Have teachers been straightened out? Maybe. Who doesn't want to like teachers? I certainly want to like them. In the '60s and into the '70s, they made their courses too hard, gave out too much homework. 
It was assumed in those days that kids hated school and would click their heels together when learning of a canceled school day in winter. Over time I sensed attitudes changing. It seemed that kids started looking forward to school in the fall. 
We used to talk about "summer vacation." Has that term faded away? I mean, because summer isn't really vacation, not when you realize all the structured activities for kids. "All I feel is 68 years old" and I remember when summer was a time to be idle, to enjoy being idle and then to confront some of the boredom that went along with that. Boys my age could get into trouble. Parents didn't seem to supervise their kids well enough. 
Those were Cold War times: us vs. the Russians. The threat may have been blown way out of proportion by an education establishment across America that was simply trying to feel its own importance. Wink, wink: pay the education people more. So teacher unions got so powerful in places, they irritated the hell out of nearly everyone. 
So, our school board "didn't want to settle" with the teachers? The teachers should have all been told to take a flying leap. We could only imagine that. An ossified education system could be put in the same category as crime, death and taxes. 
With time the preferred attitude did in fact break through. Maybe it started with the election of Ronald Reagan in 1980. "Open enrollment" came along in Minnesota. Was that the main catalyst? Injecting some competitive pressures? Until then our education system seemed a lot like the military. Bulky (to be sure) and unaccountable. 
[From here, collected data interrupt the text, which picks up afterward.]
/**
 * Looks back from the comparator at `comparatorAt` (no further than
 * `notBefore`) for the statistic whose head it completes, nearest symbol
 * first, and reads the whole result from there.
 */
function readResultEndingHeadAt(source: string, comparatorAt: number, notBefore: number, withoutP = false): ResultDraft | null {
  const lowest = Math.max(notBefore, comparatorAt - MAX_HEAD_BEFORE_COMPARATOR);
  let attempts = 0;
  for (let at = comparatorAt - 1; at >= lowest; at--) {
    const code = source.charCodeAt(at);
    if (code >= 128 || HEAD_CHARACTERS[code] === 0) return withoutP ? null : readFWithEffectName(source, comparatorAt, lowest);
    if (!canStartSymbol(code) || !startsWord(source, at)) continue;
    const draft = readResult(source, at, comparatorAt, withoutP, pWrittenBefore(source, at, notBefore) !== null);
    if (draft !== null) return draft;
    if (++attempts === MAX_SYMBOL_ATTEMPTS) return null;
  }
  return null;
}

/** How far after a comparator "d.f." or "df" must start for an F named by its effect to be looked for. */
const TRAILING_DF_WINDOW = 24;

/**
 * "F Region = 0.01, d.f. = 1,16, P = 0.912": an F whose flattened subscript is its effect's name. Looked for
 * only where df are written after the value (a cheap test first, since most comparators after a word are not
 * results): the nearest "F " before the comparator, then the whole result read from there.
 */
function readFWithEffectName(source: string, comparatorAt: number, lowest: number): ResultDraft | null {
  const after = source.slice(comparatorAt, comparatorAt + TRAILING_DF_WINDOW);
  if (!after.includes('d.f.') && !after.includes('df')) return null;
  for (let at = comparatorAt - 2; at >= lowest; at--) {
    if (source.charCodeAt(at) !== 70 || source.charCodeAt(at + 1) !== 32 || !startsWord(source, at)) continue;
    return readResult(source, at, comparatorAt);
  }
  return null;
}

function toReportedResult(draft: ResultDraft, normalised: NormalisedText): ReportedResult {
  const start = normalised.toOriginal(draft.head.start);
  const end = normalised.toOriginalEnd(draft.end);
  return {
    kind: draft.head.kind,
    ...(draft.head.symbol === null ? {} : { symbol: draft.head.symbol }),
    ...(draft.head.dfFromSampleSize ? { dfFrom: 'sample-size' as const } : {}),
    text: normalised.original.slice(start, end),
    start,
    end,
    df: draft.head.df,
    sampleSize: draft.head.sampleSize,
    value: draft.head.value,
    valueComparator: draft.head.valueComparator,
    p: draft.p === null ? null : mapP(draft.p, normalised),
    notSignificant: draft.notSignificant,
    effects: draft.effects.map((effect) => mapEffect(effect, normalised)),
  };
}

/** Moves a draft's offsets to the original text in place (the draft is not used again). */
function mapP(p: ReportedP, normalised: NormalisedText): ReportedP {
  p.start = normalised.toOriginal(p.start);
  p.end = normalised.toOriginalEnd(p.end);
  return p;
}

function mapEffect(effect: ReportedEffect, normalised: NormalisedText): ReportedEffect {
  effect.start = normalised.toOriginal(effect.start);
  effect.end = normalised.toOriginalEnd(effect.end);
  return effect;
}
It took years for the public to push back appropriately on the Vietnam war. For a long time our leadership class felt we could fight any war like we were fighting WWII all over again. Such a glorious war, WWII. Except, so much of that is myth. Myth springing from war. How come we didn't give the Soviets their due when it came to crushing the Nazis? The Nazis feared the Red Army more than they feared us. Movies showered us with images of the good guy U.S. soldiers killing Nazis who in most cases were typical scared young men doing what their government required, and influenced by propaganda. 
"Sputnik" (wiki)
We all ended up scared of "Sputnik" up in the sky. Hence, our public schools became places of academic rigors beyond what many students would find practical for their needs. Leave the kids alone who appear headed to "ordinary" occupations, and while we're at it, let's not consider them "ordinary" at all. It's just life - getting through life. Some real pride ought to be instilled. 
Let's really try to value the high school diploma and not suggest that college is essential. For a few students it will be. For the rest, knock it off and just get them well-grounded with reading, writing and arithmetic. I sure could have used that sense. But I'm 68 and beyond mapping out anything for my life. 
"All I feel is 68 years old." I can relate to the late Mark Felt who was the secretive source in Watergate. 
We really ought to make sure our kids learn cursive handwriting. Why not? I learned my penmanship at the old Longfellow Elementary School, west Morris. I learned it way back in the second grade. I use it every day.
 
Addendum: Lois Burnes was the school board member who wrote a simple rebuttal to the teachers at the time I got the letter I write about here. Ah, "community leader." There would come a time when the teachers/coaches did not want me to be a "community leader." But I always tried to see clearly. I am a Watergate era journalist.